>>>>

import { stat } from "node:fs/promises";
import { packedWith } from "./compression.ts";

/** The log is there but cannot be used: exit status 3. The message is for the user, cause and remedy included. */
export class UnusableLog extends Error {
  override readonly name = "UnusableLog";
}

/** Of a file whose compression cannot be read to the end: it is damaged, or it is not what its name says. */
export async function notWhole(name: string, path: string): Promise<UnusableLog> {
  const { size } = await stat(path);
  const packed = await packedWith(path);
  const plain = name.replace(/\.(gz|zst)$/i, "");
  const ending = packed === "gzip" ? ".gz" : ".zst";
  if (size > 0 && packed === null)
    return new UnusableLog(
      `${name} does not begin as packed files do: it is damaged, or not packed at all. Fetch it again, or call it ${plain}.`,
    );
  if (packed !== null && !name.toLowerCase().endsWith(ending))
    return new UnusableLog(`${name} is packed with ${packed}, whatever its name says. Call it ${plain}${ending}.`);
  return new UnusableLog(
    `${name} ends early or is damaged: its compression cannot be read to the end. Fetch the file again.`,
  );
}

/** What an engine's error says, without its kind and its hints, and with a file called by its name in the plan and not by its path. */
export function firstLine(cause: unknown, path: string, name: string): string {
  const message = cause instanceof Error ? (cause.message.split("\n")[0] ?? "") : String(cause);
  return message.replace(/^[A-Z][A-Za-z ]* Error: /, "").replaceAll(path, name);
}

/** What an engine says when it may use too little memory: no file is to blame. @param memory what it may use, as it was given */
export function outOfMemory(cause: unknown, memory: string | undefined): unknown {
  if (!(cause instanceof Error) || !/^Out of Memory Error/.test(cause.message)) return cause;
  const allowed = memory === undefined ? "this machine has for it" : `the ${memory} that it may use`;
  return new UnusableLog(
    `The engine needs more memory than ${allowed}. Give it more, such as --memory 2GB, or fewer --threads.`,
    { cause },
  );
}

<<<<

TASK BRIEF: Return the entries above, every line intact.

EXERCISE RESPONSE:
import { stat } from "node:fs/promises";
import { packedWith } from "./compression.ts";

/** The log is there but cannot be used: exit status 3. The message is for the user, cause and remedy included. */
export class UnusableLog extends Error {
  override readonly name = "UnusableLog";
}

/** Of a file whose compression cannot be read to the end: it is damaged, or it is not what its name says. */
export async function notWhole(name: string, path: string): Promise<UnusableLog> {
  const { size } = await stat(path);
  const packed = await packedWith(path);
  const plain = name.replace(/\.(gz|zst)$/i, "");
  const ending = packed === "gzip" ? ".gz" : ".zst";
  if (size > 0 && packed === null)
    return new UnusableLog(
      `${name} does not begin as packed files do: it is damaged, or not packed at all. Fetch it again, or call it ${plain}.`,
    );
  if (packed !== null && !name.toLowerCase().endsWith(ending))
    return new UnusableLog(`${name} is packed with ${packed}, whatever its name says. Call it ${plain}${ending}.`);
  return new UnusableLog(
    `${name} ends early or is damaged: its compression cannot be read to the end. Fetch the file again.`,
  );
}

/** What an engine's error says, without its kind and its hints, and with a file called by its name in the plan and not by its path. */
export function firstLine(cause: unknown, path: string, name: string): string {
  const message = cause instanceof Error ? (cause.message.split("\n")[0] ?? "") : String(cause);
  return message.replace(/^[A-Z][A-Za-z ]* Error: /, "").replaceAll(path, name);
}

/** What an engine says when it may use too little memory: no file is to blame. @param memory what it may use, as it was given */
export function outOfMemory(cause: unknown, memory: string | undefined): unknown {
  if (!(cause instanceof Error) || !/^Out of Memory Error/.test(cause.message)) return cause;
  const allowed = memory === undefined ? "this machine has for it" : `the ${memory} that it may use`;
  return new UnusableLog(
    `The engine needs more memory than ${allowed}. Give it more, such as --memory 2GB, or fewer --threads.`,
    { cause },
  );
}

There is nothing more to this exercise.